§ **EXERCISE REQUIREMENTS**:
Lines below starting with the line with "textbooks, for example" and going on through the line with "T1, P1 = 320.0, 2e5" must be output exactly; the rest of the records must be left out.

* * * * * * * * *

"""Every leg kind with an ideal gas of constant heat capacity, against the formula written beside it.

pv = RT and du = c_v dT are exact, so the tolerance is that of rounding: 1e-11. Formulas: common practice of
textbooks, for example SVA, 6th ed. (2001), section 3.3.
"""

from math import exp, log
from types import SimpleNamespace

import pytest
from solving import R, failed_checks, solve

CP = 3.5 * R
CV = 2.5 * R
GAMMA = 1.4
T1, P1 = 320.0, 2e5
V1 = R * T1 / P1
FLUID = f"substance: nitrogen, equation: ideal-gas, heat_capacity: {CP!r} J/(mol K)"
AMBIENT = 298.15


def run(leg: str, boundary: str) -> SimpleNamespace:
    """End state and exchange of one leg, molar."""
    solution = solve(FLUID, f"T: {T1} K, p: {P1} Pa", f"name: a, {leg}", boundary=boundary)
    M, end, row = solution.path.model.M, solution.states["a"], solution.legs["a"]
    assert failed_checks(solution) == []
    return SimpleNamespace(
        T=end.T,
        p=end.p,
        v=end.v * M,
        work=row.work * M,
        heat=row.heat * M,
        ds=row.delta.s * M,
        du=row.delta.u * M,
        dh=row.delta.h * M,
        da=row.delta.a * M,
        dg=row.delta.g * M,
        generated=row.entropy_generated * M,
        destroyed=row.exergy_destroyed * M,
    )


def near(value: float, scale: float = 0.0) -> object:
    """Equal but for rounding; ``scale`` is the size of what a difference is made of."""
    return pytest.approx(value, rel=1e-11, abs=max(1e-11 * scale, 1e-30))


def check(got: SimpleNamespace, T: float, p: float, work: float, heat: float, generated: float = 0.0) -> None:
    """State and exchange, and the differences of the state functions that follow from T and p."""
    ds = CP * log(T / T1) - R * log(p / P1)
    assert near(got.T) == T
    assert p == near(got.p)
    assert got.v == near(R * T / p)
    assert got.du == near(CV * (T - T1), CV * T1)
    assert got.dh == near(CP * (T - T1), CP * T1)
    assert got.ds == near(ds, R)
    assert got.work == near(work, R * T1)
    assert got.heat == near(heat, R * T1)
    assert got.generated == near(generated, R)
    assert got.destroyed == near(AMBIENT * generated, R * T1)


@pytest.mark.parametrize("boundary", ["flow", "closed"])
@pytest.mark.parametrize("ratio", [0.1, 0.7, 3.0, 40.0])
def test_isothermal(boundary, ratio):
    """w = R T ln(p2/p1) for a closed mass and for a flow; dA = dG = w."""
    got = run(f"path: isothermal, to: {{p: {{ratio: {ratio}}}}}", boundary)
    work = R * T1 * log(ratio)
    check(got, T1, P1 * ratio, work, -work)
    assert got.da == near(work, R * T1)
    assert got.dg == near(work, R * T1)


@pytest.mark.parametrize(("ratio", "factor"), [(3.0, 1.0 / 0.8), (0.2, 0.8)])
def test_isothermal_flow_with_efficiency(ratio, factor):
    """The machine takes w/eta, or gives w eta; the rest of the balance is heat at T."""
    got = run(f"path: isothermal, to: {{p: {{ratio: {ratio}}}}}, efficiency: 0.8", "flow")
    work = R * T1 * log(ratio) * factor
    check(got, T1, P1 * ratio, work, -work, generated=work / T1 - R * log(ratio))


def test_isothermal_against_a_pressure():
    """w = -p_ext (v2 - v1), q = -w; entropy generated R ln(v2/v1) - q/T."""
    got = run("path: isothermal, to: {v: {ratio: 4}}, against: 0.4 bar", "closed")
    work = -0.4e5 * 3.0 * V1
    check(got, T1, P1 / 4.0, work, -work, generated=R * log(4.0) + work / T1)


@pytest.mark.parametrize("boundary", ["flow", "closed"])
@pytest.mark.parametrize("T2", [250.0, 500.0])
def test_isobaric(boundary, T2):
    """q = c_p (T2 - T1); w = -R (T2 - T1) closed, 0 in flow."""
    got = run(f"path: isobaric, to: {{T: {T2} K}}", boundary)
    work = 0.0 if boundary == "flow" else -R * (T2 - T1)
    check(got, T2, P1, work, CP * (T2 - T1))


@pytest.mark.parametrize("boundary", ["flow", "closed"])
def test_isobaric_from_a_reservoir(boundary):
    """Heat from a body at 600 K: entropy generated ds - q/600 K."""
    got = run("path: isobaric, to: {T: 500 K}, reservoir: 600 K", boundary)
    heat = CP * 180.0
    work = 0.0 if boundary == "flow" else -R * 180.0
    check(got, 500.0, P1, work, heat, generated=CP * log(500.0 / T1) - heat / 600.0)


@pytest.mark.parametrize("boundary", ["flow", "closed"])
@pytest.mark.parametrize("p_ratio", [0.6, 2.5])
def test_isochoric(boundary, p_ratio):
    """q = c_v dT closed; in flow w = v dp and q = dh - v dp, the same heat."""
    got = run(f"path: isochoric, to: {{p: {{ratio: {p_ratio}}}}}", boundary)
    T2 = T1 * p_ratio
    work = V1 * (P1 * p_ratio - P1) if boundary == "flow" else 0.0
    check(got, T2, P1 * p_ratio, work, CV * (T2 - T1))


@pytest.mark.parametrize("boundary", ["flow", "closed"])
@pytest.mark.parametrize("ratio", [0.05, 8.0])
def test_reversible_adiabatic(boundary, ratio):
    """T2 = T1 (p2/p1)^(R/cp); w = c_p dT in flow, c_v dT closed."""
    got = run(f"path: adiabatic, to: {{p: {{ratio: {ratio}}}}}", boundary)
    T2 = T1 * ratio ** (R / CP)
    check(got, T2, P1 * ratio, (CP if boundary == "flow" else CV) * (T2 - T1), 0.0)


@pytest.mark.parametrize("boundary", ["flow", "closed"])
@pytest.mark.parametrize("ratio", [0.2, 6.0])
def test_adiabatic_with_efficiency(boundary, ratio):
    """T2 - T1 = (T2s - T1)/eta in compression and times eta in expansion, to the same pressure."""
    got = run(f"path: adiabatic, to: {{p: {{ratio: {ratio}}}}}, efficiency: 0.75", boundary)
    ideal = T1 * ratio ** (R / CP) - T1
    T2 = T1 + (ideal / 0.75 if ratio > 1.0 else ideal * 0.75)
    work = (CP if boundary == "flow" else CV) * (T2 - T1)
    check(got, T2, P1 * ratio, work, 0.0, generated=CP * log(T2 / T1) - R * log(ratio))


@pytest.mark.parametrize(("ratio", "exponent"), [(7.0, 1.0 / 0.82), (0.1, 0.82)])
def test_adiabatic_with_polytropic_efficiency(ratio, exponent):
    """T2 = T1 (p2/p1)^(R/(cp eta)) in compression, ^(R eta/cp) in expansion."""
    got = run(f"path: adiabatic, to: {{p: {{ratio: {ratio}}}}}, polytropic_efficiency: 0.82", "flow")
    T2 = T1 * ratio ** (R / CP * exponent)
    check(got, T2, P1 * ratio, CP * (T2 - T1), 0.0, generated=CP * log(T2 / T1) - R * log(ratio))


@pytest.mark.parametrize("ratio", [0.25, 3.0])
def test_adiabatic_against_a_pressure(ratio):
    """c_v (T2 - T1) = -p2 (v2 - v1), p2 = p_ext: T2 = (c_v T1 + p2 v1)/c_p."""
    got = run(f"path: adiabatic, to: {{p: {P1 * ratio!r} Pa}}, against: {P1 * ratio!r} Pa", "closed")
    T2 = (CV * T1 + P1 * ratio * V1) / CP
    check(got, T2, P1 * ratio, CV * (T2 - T1), 0.0, generated=CP * log(T2 / T1) - R * log(ratio))


def test_throttling():
    """T stays; entropy generated R ln(p1/p2)."""
    got = run("path: throttling, to: {p: {ratio: 0.05}}", "flow")
    check(got, T1, P1 * 0.05, 0.0, 0.0, generated=R * log(20.0))


def test_free_expansion():
    """T stays; entropy generated R ln(v2/v1)."""
    got = run("path: free-expansion, to: {v: {ratio: 6}}", "closed")
    check(got, T1, P1 / 6.0, 0.0, 0.0, generated=R * log(6.0))


@pytest.mark.parametrize("boundary", ["flow", "closed"])
@pytest.mark.parametrize("n", [-0.5, 0.5, 1.2, GAMMA, 2.0])
def test_polytropic(boundary, n):
    """p2 = p1 r^n with r = v1/v2; closed w = R (T2 - T1)/(n - 1), in flow n times that."""
    got = run(f"path: polytropic, exponent: {n}, to: {{v: {{ratio: 0.5}}}}", boundary)
    T2, p2 = T1 * 2.0 ** (n - 1.0), P1 * 2.0**n
    work = R * (T2 - T1) / (n - 1.0) * (n if boundary == "flow" else 1.0)
    energy = (CP if boundary == "flow" else CV) * (T2 - T1)
    check(got, T2, p2, work, energy - work)


@pytest.mark.parametrize("boundary", ["flow", "closed"])
def test_polytropic_with_exponent_one(boundary):
    """n = 1 is the isotherm."""
    got = run("path: polytropic, exponent: 1, to: {v: {ratio: 0.5}}", boundary)
    check(got, T1, 2.0 * P1, R * T1 * log(2.0), -R * T1 * log(2.0))


@pytest.mark.parametrize("boundary", ["flow", "closed"])
def test_polytropic_between_two_states(boundary):
    """n = ln(p2/p1)/ln(v1/v2) from two targets."""
    got = run("path: polytropic, to: {p: 8 bar, T: 400 K}", boundary)
    n = log(4.0) / log(4.0 * T1 / 400.0)
    work = R * (400.0 - T1) / (n - 1.0) * (n if boundary == "flow" else 1.0)
    energy = (CP if boundary == "flow" else CV) * (400.0 - T1)
    check(got, 400.0, 8e5, work, energy - work)


def test_workless_with_pressure_drop():
    """q = c_p dT; drop in proportion to the heat, so T = T1 + k (p1 - p) and the friction's share is

    the integral of v dp/T = R ln(p1/p2).
    """
    got = run("path: workless, to: {T: 450 K}, pressure_drop: 0.3 bar", "flow")
    check(got, 450.0, P1 - 0.3e5, 0.0, CP * (450.0 - T1), generated=R * log(2.0 / 1.7))


def test_workless_without_drop_and_with_reservoir():
    """Entropy generated is ds - q/T_b."""
    got = run("path: workless, to: {T: 290 K}, reservoir: 280 K", "flow")
    heat = CP * (290.0 - T1)
    check(got, 290.0, P1, 0.0, heat, generated=CP * log(290.0 / T1) - heat / 280.0)


def test_heat_target_inverts_the_formula():
    """T2 = T1 + q/c_p along an isobar, and + q/c_v along an isochore."""
    assert near(T1 + 2000.0 / CP) == run("path: isobaric, to: {heat: 2000 J/mol}", "flow").T
    assert near(T1 + 2000.0 / CV) == run("path: isochoric, to: {heat: 2000 J/mol}", "closed").T


def test_isothermal_to_an_entropy():
    """p2 = p1 exp(-ds/R)."""
    got = run("path: isothermal, to: {s: {rise: 5 J/(mol K)}}", "closed")
    assert got.p == near(P1 * exp(-5.0 / R))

* * * * * * * * *

§ **EXERCISE RESULT**:
textbooks, for example SVA, 6th ed. (2001), section 3.3.
"""

from math import exp, log
from types import SimpleNamespace

import pytest
from solving import R, failed_checks, solve

CP = 3.5 * R
CV = 2.5 * R
GAMMA = 1.4
T1, P1 = 320.0, 2e5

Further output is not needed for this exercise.